# Brian Briggs' PS Mini-Hy Cube boxcar



## Burl (Jan 2, 2008)

When Brian passed away, his wife, Margaret, sent me several of the patterns he had made for various projects. Among them were the patterns for his PS Mini-Hy Cube boxcar. He made it as a flat kit, with no patterns for the underframe. It was my intention when I acquired it (with Margaret's blessing) to produce a kit from it. This afternoon, I spent a little time working out the design of the underframe. I think I can make an operating cushioned underframe, with sliding center sill.












Brian's original model:


----------



## Burl (Jan 2, 2008)

Did a little work on the ends today. Since Brian cut up USAT boxcar ends & used them as his pattern, I felt it best to re-make this part. I am learning Autodesk Fusion 360 to draw these, since it has a filet function that I like better than Sketchup.


----------



## Burl (Jan 2, 2008)

Learned how to do a render in Fusion 360 today:


----------



## JohnCVRy (Jan 23, 2011)

Thanks for the post, Burl. I will be following your progress with interest. While I'm comfortable with standard CAD, I am really struggling to get my head around 3D CAD.
John R.


----------



## Burl (Jan 2, 2008)

John, what software have you tried so far? I ask because Fusion 360 seems geared towards starting from 2d drawings.


----------



## Scott (Jan 29, 2008)

Wow, looks awesome.


----------



## Burl (Jan 2, 2008)

I drew the end ladders in Sketchup. Old habits die hard. Here's my first attempt at marrying them in Fusion 360. I needed to do this to get the mounting holes aligned.


----------



## JohnCVRy (Jan 23, 2011)

Burl said:


> John, what software have you tried so far? I ask because Fusion 360 seems geared towards starting from 2d drawings.
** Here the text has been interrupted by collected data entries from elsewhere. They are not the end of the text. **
@dataclass(frozen=True)
class Catalogue:
    folder: str
    parts: dict[str, tuple[StockPart, ...]]
    problems: tuple[CatalogueProblem, ...]
    #: (from, to) -> rate: 1 ``from`` buys ``rate`` of ``to`` (rates.csv)
    rates: dict[tuple[str, str], float]

    def of(self, kind: str) -> tuple[StockPart, ...]:
        return self.parts.get(kind, ())

    def find(self, kind: str, name: str) -> StockPart | None:
        return next((p for p in self.of(kind) if p.name == name), None)

    def count(self) -> int:
        return sum(len(v) for v in self.parts.values())


def _cell_value(col: Column, raw: str) -> tuple[Any, str | None]:
    """(value, problem) of one cell; value None for a blank optional cell."""
    if not raw:
        return None, ("is empty: " + col.hint) if col.required else None
    if col.kind == "text":
        return csv_uncell(raw), None
    if col.kind == "yes/no":
        low = raw.lower()
        if low in ("yes", "true", "1", "y"):
            return True, None
        if low in ("no", "false", "0", "n"):
            return False, None
        return None, f"'{printable(raw)}' is not yes or no"
    if col.kind == "choice":
        low = raw.lower()
        if low not in col.choices:
            return None, f"'{printable(raw)}' is not one of: {', '.join(col.choices)}"
        return low, None
    if col.kind == "voltages":
        out = []
        for word in raw.replace(";", " ").replace(",", " ").split():
            try:
                v = read_number(word)
            except NumberError as exc:
                return None, f"'{printable(word)}' {exc}; {col.hint}"
            if v not in SYSTEM_VOLTAGES_V:
                return None, f"{v:g} V is not a system voltage (12, 24 or 48); {col.hint}"
            out.append(int(v))
        return tuple(sorted(set(out))), None
    try:
        v = read_number(raw)
    except NumberError as exc:
        return None, f"'{printable(raw)}' {exc}; {col.hint}"
    if col.kind == "int":
        if v != int(v):
            return None, f"{v:g} is not a whole number; {col.hint}"
        v = int(v)
    if col.name == "price":
        if not 0 < v <= MAX_PRICE:
            return None, f"{v:g}: {PRICE_RANGE}; leave it blank if the price is not known"
        return float(v), None
    if (col.low is not None and v < col.low) or (col.high is not None and v > col.high):
        return None, f"{v:g} is out of range {col.low:g} to {col.high:g}: {col.hint}"
    return v, None
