def check_transposition(
    values: Sequence[float],
    latitude_deg: float,
    tilt_deg: float,
    azimuth_deg: float | None = None,
    albedo=None,
    elevation_m: float = 0.0,
) -> list[Finding]:
    """Months of a very low sun where the monthly method multiplies a tiny horizontal value.

    Flags a month whose horizontal mean is below :data:`TINY_HORIZONTAL_KWH` while
    the Liu-Jordan plane-of-array value is more than :data:`HUGE_TRANSPOSITION`
    times it, or where the plane value had to be held at the clearest-sky
    ceiling on the plane (:mod:`offgrid.climate.poa`).  ``tilt_deg`` is the
    plane's tilt [deg]; the azimuth defaults to equator-facing.
    """
    from offgrid.climate.poa import poa_monthly

    h, found = _twelve(values, "insolation_kwh_m2_day")
    if h is None or np.any(h < 0):
        return found
    az = sky.equator_facing_azimuth(latitude_deg) if azimuth_deg is None else azimuth_deg
    res = poa_monthly(h, latitude_deg, tilt_deg, az, albedo, elevation_m=elevation_m)
    raw = res.uncapped_kwh_m2_day
    factor = np.divide(raw, h, out=np.zeros(12), where=h > 1e-9)
    for m in range(12):
        tiny = 1e-9 < h[m] < TINY_HORIZONTAL_KWH and factor[m] > HUGE_TRANSPOSITION
        if not (tiny or res.capped[m]):
            continue
        held = (
            f"; no sky can bring more than {res.ceiling_kwh_m2_day[m]:.2f} to that plane "
            "(cloudless days in the clearest plausible air), so the array value is held "
            "there"
            if res.capped[m]
            else ""
        )
        found.append(
            Finding(
                "low-sun-transposition",
                f"{SUN_WORDS} in {MONTHS[m]}: {h[m]:.2f} kWh/m2/day becomes {raw[m]:.2f} on a "
                f"plane tilted {float(tilt_deg):g} deg (x{factor[m]:.1f}) by the monthly "
                f"transposition, the noon sun low over the horizon{held}; treat this "
                "month's array figure as uncertain and check it against measured or hourly "
                "data",
                "warning",
                "insolation_kwh_m2_day",
                m + 1,
            )
        )
    return found
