class WorkScreen(Screen):
    """Where the whole job is done."""

    #: Textual's own, but without repainting the whole screen when the focus moves (the
    #: widgets that gain and lose it repaint themselves): an applied edit moves it twice,
    #: and each time every line of the screen was rendered again before the frame.
    focused: Reactive[Widget | None] = Reactive(None, repaint=False)

    BINDINGS = [
        *(
            Binding(str(n), f"go('{sid}')", f"Go to {title}", show=False, id=f"go.{sid}")
            for n, (sid, title, _what) in enumerate(SECTIONS, start=1)
        ),
        Binding(
            "right_square_bracket,greater_than_sign",
            "next_section(1)",
            "Next section",
            show=False,
            id="go.next",
        ),
        Binding(
            "left_square_bracket,less_than_sign",
            "next_section(-1)",
            "Previous section",
            show=False,
            id="go.previous",
        ),
        Binding("w", "why", "Why?", id="why", tooltip="The reason for the figure under the cursor"),
        Binding(
            "v",
            "curves",
            "I-V curves",
            show=False,
            id="curves",
            tooltip="The array's I-V and P-V curves: design month, record low, hottest month",
        ),
        Binding("s", "save", "Save", id="file.save"),
        Binding("ctrl+s", "save", "Save", show=False, id="file.save_ctrl", priority=True),
        Binding(
            "S",
            "save_as",
            "Save as",
            show=False,
            id="file.save_as",
            tooltip="Save under a new name",
        ),
        Binding("o", "open", "Open", show=False, id="file.open", tooltip="Open a project file"),
        Binding(
            "r", "revert", "Revert", show=False, id="file.revert", tooltip="Back to the saved file"
        ),
        Binding("u", "undo", "Undo", show=False, id="edit.undo", tooltip="Undo the last change"),
        Binding("U,ctrl+y", "redo", "Redo", show=False, id="edit.redo"),
        Binding(
            "n",
            "start",
            "Start screen",
            show=False,
            id="file.start",
            tooltip="Recent projects, new, open",
        ),
        Binding(
            "E",
            "export('report')",
            "Export report",
            show=False,
            id="file.report",
            tooltip="Write the design report: HTML, Markdown or text",
        ),
        Binding(
            "B",
            "export('bom')",
            "Export parts list",
            show=False,
            id="file.bom",
            tooltip="Write the parts list as CSV",
        ),
    ]

    def __init__(self, session: Session, section: str = "place") -> None:
        super().__init__()
        self.session = session
        self.section = section
        self.stale: set[str] = set()
        self.last_change_s = 0.0
        self.design_seq = 0  # number of the newest design request (request_design)
        self.design_pending = False  # a design is being worked out on a worker thread
        self.designs_dropped = 0  # results that came after a newer request
        self._text_due = False  # an edit's text is still to be made (_after_change)
        self._all_mounted = asyncio.Event()

    def compose(self) -> ComposeResult:
        yield FileBar(id="filebar")
        yield SectionBar(id="sectionbar")
        yield Headline(id="headline")
        with ContentSwitcher(initial=self.section, id="sections"):
            yield section_class(self.section)(id=self.section)
        yield KeyFooter(compact=True)

    def on_mount(self) -> None:
        # First paint at once (the headline says the design is coming); the design is
        # worked out on a worker thread, then the other sections are built.
        self.query_one(FileBar).show(self.session)
        self.query_one(SectionBar).show(self.section)
        self.design_pending = True
        self.query_one(Headline).pending()
        self.call_after_refresh(self.request_design, self._first_design)

    def request_design(self, then: Callable[[], object] | None = None) -> int:
        """Work out the session's design on a worker thread; returns the request's number.

        The headline says "working out" until the result is in. Every request (and every
        recompute on the UI thread, :meth:`recompute_now`) takes the next number; a
        result whose number is not the newest, or that was asked for another session, is
        dropped, so a superseded design is never shown as current.
        """
        self.design_seq += 1
        seq, session = self.design_seq, self.session
        project, base = copy.deepcopy(session.project), session.base_dir
        self.design_pending = True
        self.query_one(Headline).pending()
        waiting = session.untyped_outcome()  # months still to type: no design on them

        def work() -> None:
            out = waiting or compute_outcome(project, base)
            with contextlib.suppress(RuntimeError):  # the app has ended meanwhile
                self.app.call_from_thread(self._design_done, seq, session, out, then)

        self.run_worker(work, name=f"design-{seq}", group="design", thread=True)
        return seq

    def _design_done(
        self, seq: int, session: Session, out: Outcome, then: Callable[[], object] | None
    ) -> None:
        if seq != self.design_seq or session is not self.session:
            self.designs_dropped += 1  # superseded: an edit or another project came since
            return
        session.outcome = out
        self.design_pending = False
        self.refresh_all()
        if then is not None:
            then()

    def recompute_now(self) -> None:
        """Recompute on the UI thread (an applied edit: a few ms with the engine's memo,
        less than a thread hop); supersedes any design still being worked out."""
        self.design_seq += 1
        self.session.recompute()
        self.design_pending = False

    def _first_design(self) -> None:
        self.action_goto(self.section)
        self.call_after_refresh(self._import_rest)  # once the headline is on screen

    def _import_rest(self) -> None:
        """Import the other sections on a worker thread, then build them here."""

        def work() -> None:
            for module, _name in SECTION_MODULES.values():
                importlib.import_module(module)
            with contextlib.suppress(RuntimeError):  # the app has ended meanwhile
                self.app.call_from_thread(self._mount_rest)

        self.run_worker(work, name="sections", group="sections", thread=True)

    async def _mount_rest(self) -> None:
        switcher = self.query_one(ContentSwitcher)
        missing = [section_class(sid)(id=sid) for sid in SECTION_MODULES if not self._has(sid)]
        for widget in missing:
            widget.display = widget.id == switcher.current
        if missing:
            await switcher.mount_all(missing)
        self._all_mounted.set()

    def _has(self, sid: str) -> bool:
        return bool(self.query_one(ContentSwitcher).query_children(f"#{sid}"))

    # ------------------------------------------------------------------ state
    @property
    def current(self) -> Section:
        return self.query_one(f"#{self.section}", Section)

    def refresh_all(self, text: str | None = None, file_bar: bool = True) -> None:
        """Redraw the bars and the visible section; mark the others to redraw when shown.

        ``text``: the project as saved, when the caller has made it (see :meth:`changed`);
        ``file_bar=False`` leaves the file bar to the caller.
        """
        if file_bar:
            self.query_one(FileBar).show(self.session, text)
        headline = self.query_one(Headline)
        if self.design_pending:
            headline.pending()  # never the figures of a design that is being replaced
        else:
            headline.show(self.session)
        self.query_one(SectionBar).show(self.section)
        self.current.show(self.session)
        self.stale = {sid for sid, _t, _w in SECTIONS if sid != self.section}
        self.refresh_bindings()

    def changed(self, note: str | None = None, tell: bool = False) -> None:
        """After an accepted edit: recompute, redraw, and arm the recovery autosave.

        ``note`` says what changed; it is shown only with ``tell`` (the headline
        already shows the effect of an ordinary edit). The project's text (a few ms),
        which the file bar's unsaved mark and the recovery copy share, is made once the
        new figures are on screen (:meth:`_after_change`).
        """
        t0 = time.perf_counter()
        self.recompute_now()
        self.refresh_all(file_bar=False)
        self.last_change_s = time.perf_counter() - t0
        if not self._text_due:
            self._text_due = True
            self.call_after_refresh(self._after_change)
        if note and tell:
            self.app.notify(note, markup=False, timeout=4)

    def _after_change(self) -> None:
        """The project as text once for the edits since the last frame: the file bar's
        unsaved mark and the recovery copy (exactly what is on screen)."""
        if not self._text_due:
            return
        self._text_due = False
        text = self.session.text()
        self.query_one(FileBar).show(self.session, text)
        send(self, ProjectChanged(text))

    def on_edited(self, message: Edited) -> None:
        message.stop()
        self.changed(message.note, message.tell)

    def on_why_asked(self, message: WhyAsked) -> None:
        message.stop()
        self.action_why()

    def on_reveal_asked(self, message: RevealAsked) -> None:
        message.stop()
        self.reveal(message.path)

    def replace_session(self, session: Session) -> None:
        self._after_change()  # an edit's text still due belongs to the project before
        self.session = session
        self.refresh_all()  # the new project's names at once; its design a moment later
        self.request_design(self._focus_first)

    def _focus_first(self) -> None:
        focus = self.current.first_focus()
        if focus is not None:
            focus_now(focus)

    def check_action(self, action: str, parameters: tuple[object, ...]) -> bool | None:
        if action in LETTER_ACTIONS and isinstance(self.focused, Input):
            return None  # shown greyed; the key types into the box instead
        if action == "export" and self.session.design is None:
            return None  # nothing to export until there is a design
        return True

    # ------------------------------------------------------------------ navigation
    async def action_go(self, section: str) -> None:
        """A section key: just after start the other sections are still being built, so
        wait for them here; the keys typed after this one then reach the section."""
        if section != self.section and not self._all_mounted.is_set():
            with contextlib.suppress(TimeoutError):
                await asyncio.wait_for(self._all_mounted.wait(), 10.0)
        self.action_goto(section)

    def action_goto(self, section: str) -> None:
        if not self._has(section):  # still being built just after start: a moment later
            self.call_after_refresh(self.action_goto, section)
            return
        self.set_focus(None)  # (a focused input can snap the switch back otherwise)
        self.refresh()  # the whole screen again (a focus move alone does not: see focused)
        self.section = section
        self.query_one(ContentSwitcher).current = section
        if section in self.stale:
            self.stale.discard(section)
        self.current.show(self.session)
        self.query_one(SectionBar).show(section)
        focus = self.current.first_focus()
        if focus is not None:
            focus_now(focus)

    async def action_next_section(self, step: int) -> None:
        ids = [sid for sid, _t, _w in SECTIONS]
        await self.action_go(ids[(ids.index(self.section) + step) % len(ids)])

    def reveal(self, path: str) -> None:
        """Go to the section and field (or figure) that ``path`` names."""
        order = {
            "site": "place",
            "climate": "place",
            "info": "place",
            "loads": "loads",
            "module": "parts",
            "battery": "parts",
            "controller": "parts",
            "inverter": "parts",
            "choices": "parts",
            "prices": "options",
            "variants": "options",
            "economics": "options",
            "wiring": "wires",
        }
        head = path.split(".")[0].split("[")[0]
        target = order.get(head, "sizes")
        self.action_goto(target)
        if not self.current.reveal(path) and target != "sizes":
            self.action_goto("sizes")
            self.current.reveal(path)

    # ------------------------------------------------------------------ why
    def action_why(self) -> None:
        fig = self.current.figure()
        if fig is None:
            self.app.notify("Put the cursor on a figure first.", timeout=3)
            return
        reason = fig.reason
        path = fig.path
        if reason is None and self.session.design is not None:
            path, reason = find_reason(self.session.design.reasons, fig.path)
        self.app.push_screen(WhyDialog(fig.label, fig.value, reason, path, fig.extra))

    def action_curves(self) -> None:
        """The array's I-V and P-V curves at design, cold and hot conditions."""
        from offgrid.tui.screens.curves import CurvesDialog, array_curves

        d = self.session.design
        curves = array_curves(self.session.project, d) if d is not None else []
        if not curves:
            self.app.notify(
                "No curves: the design has no electrical part yet (see Cautions).", timeout=4
            )
            return
        self.app.push_screen(CurvesDialog(curves))

    def action_water(self) -> None:
        """The project's water supplies ([[water]] tables): figures and the day's flow."""
        from offgrid.tui.screens.water import WaterDialog, water_blocks

        if not self.session.project.water:
            from offgrid.tui.screens.forms import WaterForm

            self.app.notify("No water supply in this project yet: press a to add one.", timeout=5)
            self.app.push_screen(WaterForm())
            return
        self.app.push_screen(WaterDialog(water_blocks(self.session.project, self.session.base_dir)))

    # ------------------------------------------------------------------ edits and files
    def action_undo(self) -> None:
        if self.session.undo():
            self.changed()
            self.app.notify("Undone", timeout=2)
        else:
            self.app.notify("Nothing to undo", timeout=2)

    def action_redo(self) -> None:
        if self.session.redo():
            self.changed()
            self.app.notify("Redone", timeout=2)
        else:
            self.app.notify("Nothing to redo", timeout=2)

    def action_save(self) -> None:
        send(self, SaveAsked())

    def action_save_as(self) -> None:
        send(self, SaveAsked(ask=True))

    def action_open(self) -> None:
        send(self, OpenAsked())

    def action_revert(self) -> None:
        send(self, RevertAsked())

    def action_export(self, what: str) -> None:
        send(self, ExportAsked(what))

    def action_start(self) -> None:
        send(self, StartAsked())
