"""The editable fields of the project, as the forms show them.

A :class:`Field` names a dotted path in the :class:`~offgrid.project.model.Project`,
how to show its value, how to read what the user typed (with a message naming
the fix when it cannot), and which engine figure explains its automatic value.
No Textual here.
"""

from __future__ import annotations

import re
from collections.abc import Callable
from dataclasses import dataclass
from typing import Any

from offgrid.catalogue import InputEntry, input_entry
from offgrid.design.result import SystemDesign
from offgrid.numbers import NumberError, read_number

AUTO_WORDS = ("", "auto", "automatic", "-", "none", "default")


@dataclass(frozen=True)
class Field:
    """An editable input: its label, unit, hint, kind, range and explaining figure are the
    catalogue's (:mod:`offgrid.catalogue`, read by ``path`` each time); what is here is how
    the form shows and reads it."""

    path: str
    choices: tuple[tuple[Any, str], ...] = ()
    auto: Callable[[SystemDesign], str] | None = None  # what "automatic" came to
    auto_text: str = "automatic"
    group_form: str | None = None  # edit together with the other fields of this group

    def __post_init__(self) -> None:
        if isinstance(self.choices, str):  # the old Field(path, label, kind, unit=...) form
            raise TypeError(
                f"Field({self.path!r}, {self.choices!r}): label, unit, hint, kind and reason "
                "are the catalogue's; add a row to offgrid/catalogue/inputs.py"
            )
        input_entry(self.path)  # KeyError naming the path when it is not catalogued

    @property
    def entry(self) -> InputEntry:
        return input_entry(self.path)

    @property
    def label(self) -> str:
        return self.entry.label

    @property
    def kind(self) -> str:
        return self.entry.kind

    @property
    def unit(self) -> str:
        return self.entry.unit

    @property
    def hint(self) -> str:
        return self.entry.hint

    @property
    def reason(self) -> str | None:
        """The engine figure explaining the (automatic) value."""
        return self.entry.reason

    @property
    def allows_auto(self) -> bool:
        return self.kind.startswith("auto_")

    @property
    def base_kind(self) -> str:
        return self.kind.removeprefix("auto_")

    def help(self) -> str:
        return self.hint

    # ------------------------------------------------------------------ showing
    def show(self, value: Any, design: SystemDesign | None = None) -> str:
        if value is None:
            text = self.auto_text
            if self.auto is not None and design is not None:
                text += f" \u2192 {self.auto(design)}"
            return text
        if self.base_kind == "choice":
            for v, label in self.choices:
                if v == value:
                    return label
            return str(value)
        if self.base_kind == "text":
            return str(value)
        if self.base_kind == "months" and isinstance(value, list | tuple):
            from offgrid.climate.sky import describe_albedo

            return describe_albedo(list(value))
        text = f"{value:g}" if isinstance(value, float) else str(value)
        return f"{text} {self.unit}".strip()

    def edit_text(self, value: Any) -> str:
        """What the editor starts with."""
        if value is None:
            return "auto"
        if self.base_kind == "text":
            return str(value)
        if isinstance(value, list | tuple):
            return " ".join(f"{v:g}" for v in value)
        if isinstance(value, float):
            return f"{value:g}"
        return str(value)

    # ------------------------------------------------------------------ reading
    def parse(self, text: str) -> Any:
        """The value typed, or ValueError with a message that says what to type."""
        raw = text.strip()
        if self.base_kind == "text":
            return text
        if self.allows_auto and raw.lower() in AUTO_WORDS:
            return None
        if self.base_kind == "choice":
            for v, label in self.choices:
                if raw.lower() in (str(v).lower(), label.lower()):
                    return v
            names = ", ".join(str(v) for v, _ in self.choices)
            raise ValueError(f"'{raw}' is not one of: {names}")
        if self.base_kind == "months":
            return parse_one_or_twelve(raw, self.help())
        if self.path in ANGLE_AXES:
            return parse_angle(raw, ANGLE_AXES[self.path])
        number = parse_number(raw, self.unit, self.help(), fraction=self.entry.is_fraction)
        if self.base_kind == "int":
            if number != int(number):
                raise ValueError(f"'{raw}' must be a whole number")
            return int(number)
        return number


def parse_number(raw: str, unit: str = "", hint: str = "", fraction: bool = False) -> float:
    """A number typed by a person: ``12``, ``0,5`` (decimal comma), ``300 W``, ``50 %``.

    The number itself is read by :func:`offgrid.numbers.read_number`, the reader of every
    input.  A percentage given for a fraction field (unit '') is divided by 100; for a
    ``fraction`` field (0-1) a plain number above 1 and at most 100 is read as a
    percentage too ("60" -> 0.6), since no fraction can be above 1.
    """
    text = raw.strip().replace("\u2212", "-")
    percent = text.endswith("%")
    if percent:
        text = text[:-1].strip()
    if unit and text.lower().endswith(unit.lower()):
        text = text[: -len(unit)].strip()
    try:
        value = read_number(text)
    except NumberError as exc:
        tail = f"; {hint}" if hint else ""
        raise ValueError(f"{exc}{tail}") from None
    if (percent and unit in ("", "fraction")) or (fraction and 1 < value <= 100):
        value /= 100.0
    return value


def parse_one_or_twelve(raw: str, hint: str = "") -> float | list[float]:
    """One number for the year, or twelve January first, separated by spaces or ``;``
    (``0.7 0.7 0.4 ...``); commas separate too when there are twelve of them."""
    parts = raw.replace(";", " ").split()
    if len(parts) == 1 and parts[0].count(",") == 11:
        parts = parts[0].split(",")
    if len(parts) == 1:
        return parse_number(parts[0], "", hint)
    if len(parts) != 12:
        raise ValueError(
            f"{len(parts)} values: give one for the year or twelve, January "
            "first, separated by spaces"
        )
    return [parse_number(p.rstrip(","), "", hint) for p in parts]


ANGLE_AXES = {"site.latitude_deg": "latitude", "site.longitude_deg": "longitude"}
_HEMISPHERES = {"latitude": {"n": 1, "s": -1}, "longitude": {"e": 1, "w": -1, "o": -1}}
_ANGLE = re.compile(
    r"^\s*(?P<sign>[-+])?\s*(?P<deg>\d+(?:[.,]\d+)?)\s*(?:\u00b0|deg|d|\s)?\s*"
    r"(?:(?P<min>\d+(?:[.,]\d+)?)\s*(?:'|\u2032|m|\s)?\s*)?"
    r"(?:(?P<sec>\d+(?:[.,]\d+)?)\s*(?:\"|\u2033|''|s)?\s*)?"
    r"(?P<hemi>[A-Za-z])?\s*$"
)


def parse_angle(raw: str, axis: str) -> float:
    """Latitude or longitude typed by a person, in decimal degrees (north and east positive).

    Reads ``-12.4``, ``12.4 S``, ``12 24 S``, ``12\u00b024' S``, ``12\u00b024'36" S``;
    longitude takes E or W. Anything else: ValueError with the forms to type.
    """
    limit = 90.0 if axis == "latitude" else 180.0
    letters = "N or S" if axis == "latitude" else "E or W"
    example = "12.4 S or 12\u00b024' S" if axis == "latitude" else "1.5 W or 1\u00b030' W"
    bad = ValueError(
        f"'{raw.strip()}' is not a {axis}: type decimal degrees (-12.4) or "
        f"degrees, minutes and {letters} ({example})"
    )
    m = _ANGLE.match(raw.replace("\u2212", "-").replace("\u00ba", "\u00b0"))
    if not m:
        raise bad
    hemi = (m["hemi"] or "").lower()
    if hemi and hemi not in _HEMISPHERES[axis]:
        raise bad
    if hemi and m["sign"] == "-":
        raise ValueError(f"'{raw.strip()}': give either a minus sign or {letters}, not both")

    def num(x: str | None) -> float:
        return float(x.replace(",", ".")) if x else 0.0

    deg, minutes, seconds = num(m["deg"]), num(m["min"]), num(m["sec"])
    if minutes >= 60 or seconds >= 60 or ((m["min"] or m["sec"]) and deg != int(deg)):
        raise bad
    value = deg + minutes / 60.0 + seconds / 3600.0
    if value > limit:
        raise ValueError(f"'{raw.strip()}': a {axis} is at most {limit:g} degrees")
    sign = -1.0 if m["sign"] == "-" else float(_HEMISPHERES[axis].get(hemi, 1))
    return round(sign * value, 6)


def _fmt(value: float, unit: str, digits: int = 0) -> str:
    return f"{value:.{digits}f} {unit}".strip()


# ----------------------------------------------------------------------------- the forms

PROJECT_FIELDS: tuple[Field | str, ...] = (
    "Project",
    Field("info.name"),
    Field("info.client"),
    Field("info.designer"),
    Field("info.notes"),
    "Site",
    Field("site.name"),
    Field("site.latitude_deg"),
    Field("site.longitude_deg"),
    Field("site.elevation_m"),
    Field("site.tilt_deg", auto=lambda d: _fmt(d.site.tilt_deg, "deg")),
    Field("site.azimuth_deg", auto=lambda d: _fmt(d.site.azimuth_deg, "deg")),
    Field("site.albedo", auto_text="climate's, else 0.2"),
    Field("site.battery_temp_c", auto_text="coldest monthly mean"),
    Field("site.battery_warm_temp_c", auto_text="monthly means"),
)

CONTROLLER_TYPES = (
    ("mppt", "MPPT (tracks the maximum power point)"),
    ("pwm", "PWM (array pulled to battery voltage)"),
)
CHEMISTRY_CHOICES = (
    ("flooded", "flooded lead-acid"),
    ("agm", "AGM lead-acid"),
    ("gel", "gel lead-acid"),
    ("lifepo4", "lithium iron phosphate"),
)
VOLTAGE_CHOICES = (("auto", "automatic"), (12, "12 V"), (24, "24 V"), (48, "48 V"))

PARTS_FIELDS: tuple[Field | str, ...] = (
    "Design choices",
    Field("choices.system_voltage", VOLTAGE_CHOICES),
    Field("choices.autonomy_days"),
    Field("choices.max_dod", auto_text="battery's own"),
    Field("choices.load_growth_pct"),
    Field("choices.coincidence_factor"),
    Field("choices.ageing_factor"),
    Field(
        "choices.battery_largest_coldest",
        ((False, "no: worst single month"), (True, "yes: conservative")),
    ),
    Field("choices.min_tilt_deg"),
    "Module (datasheet, STC)",
    *(
        Field(f"module.{name}", group_form="module")
        for name in (
            "name",
            "pmax_w",
            "vmp_v",
            "imp_a",
            "voc_v",
            "isc_a",
            "alpha_isc_pct_per_c",
            "beta_voc_pct_per_c",
            "gamma_pmax_pct_per_c",
            "cells_in_series",
            "area_m2",
            "noct_c",
        )
    ),
    "Battery unit",
    Field("battery.name"),
    Field("battery.chemistry", CHEMISTRY_CHOICES),
    Field("battery.nominal_voltage_v"),
    Field("battery.capacity_ah"),
    Field("battery.max_dod"),
    Field("battery.efficiency"),
    "Charge controller",
    Field("controller.type", CONTROLLER_TYPES),
    Field("controller.max_pv_voltage_v"),
    Field("controller.efficiency"),
    Field(
        "controller.max_current_a",
        auto=lambda d: _fmt(d.controller.current_a, "A"),
        auto_text="pick standard",
    ),
    "Inverter",
    Field("inverter.efficiency"),
    Field("inverter.self_consumption_w"),
    Field("inverter.hours_on_per_day"),
    Field("inverter.on_all_year", ((False, "no, switched off"), (True, "yes, all year"))),
    "Losses (fraction kept)",
    Field("choices.derates.soiling"),
    Field("choices.derates.soiling_rate_pct_per_day", auto_text="off (fixed factor above)"),
    Field("choices.derates.cleaning_interval_days"),
    Field("choices.derates.mismatch"),
    Field("choices.derates.wiring"),
    "Voltage-drop limits",
    Field("choices.drop_limit_array_pct"),
    Field("choices.drop_limit_battery_pct"),
    Field("choices.drop_limit_load_pct"),
)

MODULE_FIELDS = tuple(f for f in PARTS_FIELDS if isinstance(f, Field) and f.group_form == "module")

# ----------------------------------------------------------------------------- loads table


@dataclass(frozen=True)
class Column:
    """A column of the loads table: ``header`` and ``width`` are the table's own; the
    input's label, unit, hint and kind are the catalogue's row ``loads[].KEY``."""

    key: str
    header: str
    width: int
    choices: tuple[tuple[Any, str], ...] = ()
    short: dict | None = None  # shorter cell text for some choices
    figure_hint: str = ""  # a computed column (not an input): what it shows

    @property
    def entry(self) -> InputEntry | None:
        return None if self.figure_hint else input_entry(f"loads[].{self.key}")

    @property
    def label(self) -> str:
        """The input's name in prompts and messages (the header is shorter)."""
        return self.entry.label if self.entry else self.header

    @property
    def kind(self) -> str:
        """text, int, float, choice, months; figure: computed, not editable."""
        return self.entry.kind.removeprefix("auto_") if self.entry else "figure"

    @property
    def unit(self) -> str:
        return self.entry.unit if self.entry else ""

    @property
    def hint(self) -> str:
        return self.entry.hint if self.entry else self.figure_hint


TIME_CHOICES = (
    ("any", "any time"),
    ("day", "day"),
    ("morning", "morning"),
    ("evening", "evening"),
    ("night", "night"),
)
LOAD_COLUMNS: tuple[Column, ...] = (
    Column("name", "Appliance", 20),
    Column("quantity", "Qty", 4),
    Column("power_w", "Watts", 6),
    Column("hours_per_day", "h/day", 6),
    Column("ac_dc", "AC/DC", 6, (("ac", "AC"), ("dc", "DC"))),
    Column("duty_cycle", "Duty", 5),
    Column("surge_w", "Start", 6),
    Column("months", "Months", 7),
    Column("critical", "Must", 5, ((True, "yes"), (False, "no"))),
    Column(
        "time_of_day",
        "When",
        6,
        TIME_CHOICES,
        short={"any": "any", "morning": "morn", "evening": "eve"},
    ),
    Column("energy", "Wh/day", 7, figure_hint="energy at the appliance in the design month"),
)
I've tried sketchup, put it away, then tried it again. I sail through the tutorial, you know, make the little house.....but when I try to draw a useful object like a freight truck side frame....nothing.
Thanks for the input, I will try downloading fusion360 this weekend.
John R.


----------



## Burl (Jan 2, 2008)

With Sketchup, it took me a while before I was able to draw something like a sideframe with any amount of satisfaction. In fact, when I did design my own trucks, I spent 3 or 4 weeks on it. Couplers took months.

I am trying to ease my way in to Fusion 360, one part at a time. I'm afraid if I tried to do this whole project in it, I would get frustrated & quit.


----------



## Burl (Jan 2, 2008)

A little closer to having all the parts worked out for the underframe:


----------



## Scott (Jan 29, 2008)

Burl, you got me intrigued about Fusion 360. Have you found it a easy transition to this system? Also is it an improvement to your modelling and construction?


----------



## Burl (Jan 2, 2008)

I am still very green with it. Of course, I had a few projects in the beginning of my Sketchup days where I almost gave up. I am trying to tinker with it a little every day because I think it does have a lot of applications.


----------



## Burl (Jan 2, 2008)

My inexperience in F360, coming to light, I ended up redrawing the end from scratch. Watching their tutorials, they put an emphasis on making everything components. 

When I started cutting the mounting holes for the ladders, I realized making each rib a component was not going to work. Making a hole in one, resulted in a hole in every rib. 

When it was time to scale it down to 1:29, I also encountered odd behavior in how it handled what they call “patterns”. Where I had distributed rivets every 2 inches, it maintained the 2 inch spacing after the scale operation.

Redrawing it also allowed me to correct something I missed the first time. The ribs are not completely straight, but slope gently from the middle to the end.


----------



## Burl (Jan 2, 2008)

Got everything broken down & arranged for a Shapeways order.

I'm taking a different approach on the ladders this time.

In the past, I have had them 3d printed in SLS nylon. The texture was a little rough that way, but I could live with it. However, Shapeways has a habit of revising their printing guidelines. I guess they’re still going through growing pains. I have sometimes found things I printed 6 months ago, they say are no longer printable. Occasionally, things have also arrived broken (I assume they were handled too rough during cleaning).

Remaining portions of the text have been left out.